__Task item__: Below are the records; give again exactly the line with "get nodeCount(): number", the line with "error(message: string, pos: SourcePos", and each line that lies between them, and nothing besides.

__Source information__:
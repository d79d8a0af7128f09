// The one place where every parser turns what it read into a Topology, so that all four
// formats agree on the rules: ids are unique, link ends must exist, self-loops are dropped
// with a warning, parallel links are kept (physical redundancy) with distinct stable keys,
// the arcs of a directed file pair up with their reverse arcs into one undirected link, and
// the element limit is applied as elements arrive rather than after the fact.

import { DesignError, LimitError, type Diagnostic } from '../errors.js';
import { didYouMean } from './suggest.js';
import {
  DEFAULT_MAX_ELEMENTS,
  linkKey,
  type Demand,
  type DesignFormat,
  type RiskGroup,
  type SourcePos,
  type TopoLink,
  type TopoNode,
  type Topology,
} from './model.js';

export interface NodeInput {
  id: string;
  pos: SourcePos;
  label?: string;
  kind?: string;
  lat?: number;
  lon?: number;
  hardened?: boolean;
  attrs?: Record<string, unknown>;
}

export interface LinkInput {
  /** How messages name this link (default: `link "id"` or `link`), e.g. `links[3]`. */
  what?: string;
  /** The file's own id, if it gives one. */
  id?: string;
  source: string;
  target: string;
  pos: SourcePos;
  /** Where each end is written, for "unknown node" errors (defaults to pos). */
  sourcePos?: SourcePos;
  targetPos?: SourcePos;
  length?: number;
  latency?: number;
  capacity?: number;
  weight?: number;
  riskGroups?: string[];
  hardened?: boolean;
  attrs?: Record<string, unknown>;
  /**
   * A directed arc source → target (GraphML `directed`, GML `directed 1`). Links are
   * undirected: an arc and a later arc the other way between the same nodes are one link.
   */
  arc?: boolean;
}

export interface BuilderOptions {
  maxElements?: number;
  /**
   * What to do when two links carry the same file id: interchange formats (written by
   * many tools) fall back to the derived id with a warning; our own format refuses.
   */
  duplicateLinkIds?: 'warn' | 'error';
}

/**
 * Longest element id accepted, in UTF-16 code units. Ids are repeated in every message,
 * table row, annotation and fingerprint that names an element, and compared by edit distance
 * for "did you mean"; a bound keeps a hostile 1 MB id from multiplying into every output.
 * Long human names belong in `label`.
 */
export const MAX_ID_LENGTH = 256;

/** Link end separator in derived ids and keys (an em dash, as in linkKey). */
const DASH = '\u2014';

export class TopologyBuilder {
  readonly file: string;
  readonly format: DesignFormat;
  private readonly maxElements: number;
  private readonly duplicateLinkIds: 'warn' | 'error';
  private readonly nodes: TopoNode[] = [];
  private readonly links: TopoLink[] = [];
  private readonly nodeLine = new Map<string, SourcePos>();
  private readonly linkIds = new Map<string, SourcePos>();
  /** Occurrences of each unordered end pair so far, for parallel-link keys. */
  private readonly pairCount = new Map<string, number>();
  private readonly warnings: Diagnostic[] = [];
  private readonly riskGroups: RiskGroup[] = [];
  private readonly riskGroupPos = new Map<string, SourcePos>();
  private readonly demands: Demand[] = [];
  /** Arcs not yet paired with a reverse arc, by `source\0target`, oldest first. */
  private readonly openArcs = new Map<string, TopoLink[]>();
  private directedAt: { pos: SourcePos; how: string } | undefined;
  private mergedArcs = 0;

  constructor(file: string, format: DesignFormat, options: BuilderOptions = {}) {
    this.file = file;
    this.format = format;
    this.maxElements = options.maxElements ?? DEFAULT_MAX_ELEMENTS;
    this.duplicateLinkIds = options.duplicateLinkIds ?? 'warn';
  }

  get nodeCount(): number {
    return this.nodes.length;
  }

  hasNode(id: string): boolean {
    return this.nodeLine.has(id);
  }

  /** A located DesignError in this file. */
  error(message: string, pos: SourcePos | undefined, hint = ''): DesignError {
    return new DesignError(message, { file: this.file, line: pos?.line ?? 0, column: pos?.column ?? 0 }, hint);
  }

  warn(message: string, pos: SourcePos | undefined, hint?: string): void {
    this.warnings.push({
      file: this.file,
      line: pos?.line ?? 0,
      column: pos?.column ?? 0,
      severity: 'warning',
      message,
      ...(hint ? { hint } : {}),
    });
  }

  /** Refuses an id longer than MAX_ID_LENGTH (LimitError at the element). */
  checkId(id: string, what: string, pos: SourcePos | undefined): void {
    if (id.length <= MAX_ID_LENGTH) return;
    throw new LimitError(
      `${what} is ${id.length} characters long; netbrace accepts ids of at most ${MAX_ID_LENGTH} ("${id.slice(0, 24)}\u2026")`,
      { file: this.file, line: pos?.line ?? 0, column: pos?.column ?? 0 },
      'use a short id and put the long name in a label',
    );
  }

  private countElement(pos: SourcePos): void {
    if (this.nodes.length + this.links.length >= this.maxElements) {
      throw new LimitError(
        `the design has more than ${this.maxElements} elements (nodes + links)`,
        { file: this.file, line: pos.line, column: pos.column },
        'split the design, or raise the element limit if this size is intended',
      );
    }
  }

  addNode(input: NodeInput): void {
    this.checkId(input.id, 'a node id', input.pos);
    const first = this.nodeLine.get(input.id);
    if (first !== undefined) {
      throw this.error(
        `duplicate node id "${input.id}"`,
        input.pos,
        `first defined on line ${first.line}; node ids must be unique`,
      );
    }
    this.countElement(input.pos);
    this.nodeLine.set(input.id, input.pos);
    const node: TopoNode = {
      id: input.id,
      hardened: input.hardened ?? false,
      pos: input.pos,
      attrs: input.attrs ?? {},
    };
    if (input.label !== undefined) node.label = input.label;
    if (input.kind !== undefined) node.kind = input.kind;
    if (input.lat !== undefined && input.lon !== undefined) {
      node.lat = input.lat;
      node.lon = input.lon;
    }
    this.nodes.push(node);
  }

  private requireNode(id: string, pos: SourcePos, what: string): void {
    if (this.nodeLine.has(id)) return;
    this.checkId(id, `a node id in ${what}`, pos);
    throw this.error(
      `${what} refers to unknown node "${id}"`,
      pos,
      didYouMean(id, this.nodeLine.keys(), 'declare the node first, or fix the id'),
    );
  }

  /**
   * Says the file declares direction (`how`, e.g. `edgedefault="directed"`), once; finish()
   * warns that direction is ignored and how many reverse arcs were merged.
   */
  directed(pos: SourcePos, how: string): void {
    this.directedAt ??= { pos, how };
  }

  /**
   * Adds a link; returns false when it was dropped (a self-loop) or merged into the link of
   * the reverse arc. Arcs pair up in file order, so the links between two nodes are as many
   * as the arcs in the more frequent direction: u→v with v→u is one link, u→v twice is two.
   */
  addLink(input: LinkInput): boolean {
    if (input.id !== undefined) this.checkId(input.id, 'a link id', input.pos);
    for (const g of input.riskGroups ?? []) this.checkId(g, 'a risk group id of a link', input.pos);
    const what = input.what ?? (input.id !== undefined ? `link "${input.id}"` : `link on line ${input.pos.line}`);
    this.requireNode(input.source, input.sourcePos ?? input.pos, what);
    this.requireNode(input.target, input.targetPos ?? input.pos, what);
    if (input.source === input.target) {
      this.warn(
        `self-loop on node "${input.source}" dropped`,
        input.pos,
        'a link from a node to itself adds no connectivity',
      );
      return false;
    }
    if (input.arc) {
      const reverse = this.openArcs.get(`${input.target}\u0000${input.source}`);
      const partner = reverse?.shift();
      if (partner) {
        this.mergeArc(partner, input);
        return false;
      }
    }
    this.countElement(input.pos);
    const pairKey =
      input.source <= input.target ? `${input.source}\u0000${input.target}` : `${input.target}\u0000${input.source}`;
    const occurrence = (this.pairCount.get(pairKey) ?? 0) + 1;
    this.pairCount.set(pairKey, occurrence);

    let id = input.id;
    if (id !== undefined) {
      const first = this.linkIds.get(id);
      if (first !== undefined) {
        if (this.duplicateLinkIds === 'error') {
          throw this.error(
            `duplicate link id "${id}"`,
            input.pos,
            `first used on line ${first.line}; link ids must be unique`,
          );
        }
        this.warn(
          `duplicate link id "${id}" (first on line ${first.line}); the link is named by its ends instead`,
          input.pos,
        );
        id = undefined;
      }
    }
    if (id === undefined) {
      const base = `${input.source}${DASH}${input.target}`;
      id = occurrence > 1 ? `${base}#${occurrence}` : base;
      // A file id could already spell a derived name; keep ids unique regardless.
      for (let k = 2; this.linkIds.has(id); k++) id = `${base}#${occurrence}.${k}`;
    }
    this.linkIds.set(id, input.pos);

    const link: TopoLink = {
      id,
      key: linkKey(input.source, input.target, occurrence),
      source: input.source,
      target: input.target,
      riskGroups: input.riskGroups ?? [],
      hardened: input.hardened ?? false,
      pos: input.pos,
      attrs: input.attrs ?? {},
    };
    if (input.length !== undefined) link.length = input.length;
    if (input.latency !== undefined) link.latency = input.latency;
    if (input.capacity !== undefined) link.capacity = input.capacity;
    if (input.weight !== undefined) link.weight = input.weight;
    this.links.push(link);
    if (input.arc) {
      const key = `${input.source}\u0000${input.target}`;
      const open = this.openArcs.get(key);
      if (open) open.push(link);
      else this.openArcs.set(key, [link]);
    }
    return true;
  }

  /** The reverse arc joins its partner's link; values that differ are reported, the first kept. */
  private mergeArc(link: TopoLink, arc: LinkInput): void {
    this.mergedArcs++;
    const differs: string[] = [];
    for (const k of ['length', 'latency', 'capacity', 'weight'] as const) {
      if (arc[k] !== link[k]) differs.push(`${k} ${link[k] ?? 'unset'} vs ${arc[k] ?? 'unset'}`);
    }
    if ((arc.hardened ?? false) !== link.hardened)
      differs.push(`hardened ${link.hardened} vs ${arc.hardened ?? false}`);
    const groups = (g: readonly string[]) => [...new Set(g)].sort().join(';');
    if (groups(arc.riskGroups ?? []) !== groups(link.riskGroups))
      differs.push(`risk groups "${groups(link.riskGroups)}" vs "${groups(arc.riskGroups ?? [])}"`);
    if (differs.length > 0) {
      this.warn(
        `the arc ${arc.source} → ${arc.target} is merged with the reverse arc on line ${link.pos.line}, which says otherwise (${differs.join(', ')}); the first arc's values are kept`,
        arc.pos,
        'give both directions the same values, or write one undirected link',
      );
    }
  }

  addRiskGroup(group: RiskGroup): void {
    this.checkId(group.id, 'a risk group id', group.pos);
    const first = this.riskGroupPos.get(group.id);
    if (first)
      throw this.error(`duplicate risk group id "${group.id}"`, group.pos, `first described on line ${first.line}`);
    this.riskGroupPos.set(group.id, group.pos);
    this.riskGroups.push(group);
  }

  addDemand(
    source: string,
    target: string,
    volume: number,
    pos: SourcePos,
    endPos?: [SourcePos, SourcePos],
    what = 'demand',
  ): void {
    this.requireNode(source, endPos?.[0] ?? pos, what);
    this.requireNode(target, endPos?.[1] ?? pos, what);
    if (source === target)
      throw this.error(`${what} goes from node "${source}" to itself`, pos, 'a demand needs two different ends');
    this.demands.push({ source, target, volume, pos });
  }

  finish(extra: { name?: string; latencyBudget?: number; metadata?: Record<string, unknown> } = {}): Topology {
    if (this.directedAt) {
      const merged = this.mergedArcs;
      this.warnings.unshift({
        file: this.file,
        line: this.directedAt.pos.line,
        column: this.directedAt.pos.column,
        severity: 'warning',
        message:
          `the graph is directed (${this.directedAt.how}); direction is ignored and links are read as undirected` +
          (merged > 0
            ? `: ${merged} pair${merged === 1 ? '' : 's'} of reverse arcs (u → v and v → u) merged into one link each`
            : ''),
      });
    }
    const t: Topology = {
      file: this.file,
      format: this.format,
      nodes: this.nodes,
      links: this.links,
      riskGroups: this.riskGroups,
      demands: this.demands,
      metadata: extra.metadata ?? {},
      warnings: this.warnings,
    };
    if (extra.name !== undefined) t.name = extra.name;
    if (extra.latencyBudget !== undefined) t.latencyBudget = extra.latencyBudget;
    return t;
  }
}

__Answer to the problem__:
  get nodeCount(): number {
    return this.nodes.length;
  }

  hasNode(id: string): boolean {
    return this.nodeLine.has(id);
  }

  /** A located DesignError in this file. */
  error(message: string, pos: SourcePos | undefined, hint = ''): DesignError {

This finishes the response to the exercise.